**Task directions:** Set down the data below once more, precisely as it reads.

━━━━━ Supplied records ━━━━━

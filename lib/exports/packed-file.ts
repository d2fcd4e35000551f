import type { TableDefinition } from './column';

/** A file of a package, as its descriptions tell of it. */
export interface PackedFile {
  /** With slashes, from the root of the package. */
  path: string;
  bytes: number;
  sha256: string;
  title: string;
  /** The table whose columns a CSV file has; null for everything else. */
  table: TableDefinition | null;
  /** Id of the analysis that it came from; null for what tells of the whole. */
  analysisId: string | null;
}

const MEDIA_TYPES: Record<string, string> = {
  csv: 'text/csv',
  json: 'application/json',
  md: 'text/markdown',
  npz: 'application/zip',
  parquet: 'application/vnd.apache.parquet',
  h5: 'application/x-hdf5',
  svg: 'image/svg+xml',
  pdf: 'application/pdf',
  png: 'image/png',
  sha256: 'text/plain',
};

export const endingOf = (path: string): string => path.slice(path.lastIndexOf('.') + 1);
export const mediaTypeOf = (path: string): string =>
  MEDIA_TYPES[endingOf(path)] ?? 'application/octet-stream';

/** Packing what is packed already only costs time. */
export const worthPacking = (path: string): boolean => ['csv', 'json', 'md', 'svg', 'sha256'].includes(endingOf(path)); // prettier-ignore
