import type { Metadata } from 'next';
import { Suspense } from 'react';
import { requireViewer } from '@/auth/page';
import { mayTo } from '@/auth/viewer';
import { ExportSheet } from '@/components/exports/export-sheet';
import { PathThread } from '@/components/ui/path-thread';
import { SELECTION_NAMES, selectionQuery, type Selection } from '@/lib/schemas/selection';
import { campaignsToChoose, tagsToChoose } from '@/models/queries/compare';
import { exportableAnalyses } from '@/models/queries/exportable-analyses';
import { lastContributors } from '@/models/queries/exports';
import { pathLevels } from '../path-levels';

export const metadata: Metadata = { title: 'Exports' };

interface Props {
  searchParams: Promise<Record<string, string | string[] | undefined>>;
}

export default async function ExportsPage({ searchParams }: Props) {
  const viewer = await requireViewer('see-exports', '/exports');
  const { analysis, campaign, ...asked } = await searchParams;
  const [analyses, contributors, campaigns, tags] = await Promise.all([
    exportableAnalyses(viewer.labId, selectionOf({ ...asked, ...(campaign ? { campaigns: campaign } : {}) })),
    lastContributors(viewer.labId),
    campaignsToChoose(viewer.labId),
    tagsToChoose(viewer.labId),
  ]);
  const wanted = new Set([analysis ?? []].flat());
  return (
    <>
      <PathThread levels={pathLevels(viewer)} />
      <Suspense>
        <ExportSheet
          analyses={analyses}
          contributors={contributors}
          viewer={{
            id: viewer.userId,
            name: viewer.name,
            mayStopAll: mayTo(viewer, 'stop-export', []),
            mayEditAll: mayTo(viewer, 'edit-selection', []),
          }}
          chosen={analyses.filter(({ id }) => wanted.has(id)).map(({ id }) => id)}
          campaigns={campaigns}
          tags={tags}
        />
      </Suspense>
    </>
  );
}

/** The selection of an address; one that can't be read chooses nothing, so the page shows everything. */
function selectionOf(asked: Record<string, string | string[] | undefined>): Selection {
  const filters = Object.fromEntries(
    SELECTION_NAMES.flatMap((name) => (asked[name] ? [[name, asked[name]]] : [])),
  );
  const { success, data } = selectionQuery.safeParse(filters);
  return success ? data : {};
}
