const FORM = /^\d{4}-\d{4}-\d{4}-\d{3}[\dX]$/;

/**
 * Whether a text is an ORCID iD: sixteen digits in groups of four, the last a check digit by ISO 7064 mod 11-2
 * (structure of the ORCID identifier, ORCID support pages).
 */
export function isOrcid(text: string): boolean {
  if (!FORM.test(text)) return false;
  const digits = text.replaceAll('-', '');
  let total = 0;
  for (const digit of digits.slice(0, 15)) total = (total + Number(digit)) * 2;
  const check = (12 - (total % 11)) % 11;
  return digits[15] === (check === 10 ? 'X' : String(check));
}

export const orcidUrl = (orcid: string): string => `https://orcid.org/${orcid}`;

━━━━━

**Written response:**
filename lib/exports/packed-file.ts
repository d2fcd4e35000551f
import type { TableDefinition } from './column';

/** A file of a package, as its descriptions tell of it. */
export interface PackedFile {
  /** With slashes, from the root of the package. */
  path: string;
  bytes: number;
  sha256: string;
  title: string;
  /** The table whose columns a CSV file has; null for everything else. */
  table: TableDefinition | null;
  /** Id of the analysis that it came from; null for what tells of the whole. */
  analysisId: string | null;
}

const MEDIA_TYPES: Record<string, string> = {
  csv: 'text/csv',
  json: 'application/json',
  md: 'text/markdown',
  npz: 'application/zip',
  parquet: 'application/vnd.apache.parquet',
  h5: 'application/x-hdf5',
  svg: 'image/svg+xml',
  pdf: 'application/pdf',
  png: 'image/png',
  sha256: 'text/plain',
};

export const endingOf = (path: string): string => path.slice(path.lastIndexOf('.') + 1);
export const mediaTypeOf = (path: string): string =>
  MEDIA_TYPES[endingOf(path)] ?? 'application/octet-stream';

/** Packing what is packed already only costs time. */
export const worthPacking = (path: string): boolean => ['csv', 'json', 'md', 'svg', 'sha256'].includes(endingOf(path)); // prettier-ignore
import type { Metadata } from 'next';
import { Suspense } from 'react';
import { requireViewer } from '@/auth/page';
import { mayTo } from '@/auth/viewer';
import { ExportSheet } from '@/components/exports/export-sheet';
import { PathThread } from '@/components/ui/path-thread';
import { SELECTION_NAMES, selectionQuery, type Selection } from '@/lib/schemas/selection';
import { campaignsToChoose, tagsToChoose } from '@/models/queries/compare';
import { exportableAnalyses } from '@/models/queries/exportable-analyses';
import { lastContributors } from '@/models/queries/exports';
import { pathLevels } from '../path-levels';

export const metadata: Metadata = { title: 'Exports' };

interface Props {
  searchParams: Promise<Record<string, string | string[] | undefined>>;
}

export default async function ExportsPage({ searchParams }: Props) {
  const viewer = await requireViewer('see-exports', '/exports');
  const { analysis, campaign, ...asked } = await searchParams;
  const [analyses, contributors, campaigns, tags] = await Promise.all([
    exportableAnalyses(viewer.labId, selectionOf({ ...asked, ...(campaign ? { campaigns: campaign } : {}) })),
    lastContributors(viewer.labId),
    campaignsToChoose(viewer.labId),
    tagsToChoose(viewer.labId),
  ]);
  const wanted = new Set([analysis ?? []].flat());
  return (
    <>
      <PathThread levels={pathLevels(viewer)} />
      <Suspense>
        <ExportSheet
          analyses={analyses}
          contributors={contributors}
          viewer={{
            id: viewer.userId,
            name: viewer.name,
            mayStopAll: mayTo(viewer, 'stop-export', []),
            mayEditAll: mayTo(viewer, 'edit-selection', []),
          }}
          chosen={analyses.filter(({ id }) => wanted.has(id)).map(({ id }) => id)}
          campaigns={campaigns}
          tags={tags}
        />
      </Suspense>
    </>
  );
}

/** The selection of an address; one that can't be read chooses nothing, so the page shows everything. */
function selectionOf(asked: Record<string, string | string[] | undefined>): Selection {
  const filters = Object.fromEntries(
    SELECTION_NAMES.flatMap((name) => (asked[name] ? [[name, asked[name]]] : [])),
  );
  const { success, data } = selectionQuery.safeParse(filters);
  return success ? data : {};
}
const FORM = /^\d{4}-\d{4}-\d{4}-\d{3}[\dX]$/;

/**
 * Whether a text is an ORCID iD: sixteen digits in groups of four, the last a check digit by ISO 7064 mod 11-2
 * (structure of the ORCID identifier, ORCID support pages).
 */
export function isOrcid(text: string): boolean {
  if (!FORM.test(text)) return false;
  const digits = text.replaceAll('-', '');
  let total = 0;
  for (const digit of digits.slice(0, 15)) total = (total + Number(digit)) * 2;
  const check = (12 - (total % 11)) % 11;
  return digits[15] === (check === 10 ? 'X' : String(check));
}

export const orcidUrl = (orcid: string): string => `https://orcid.org/${orcid}`;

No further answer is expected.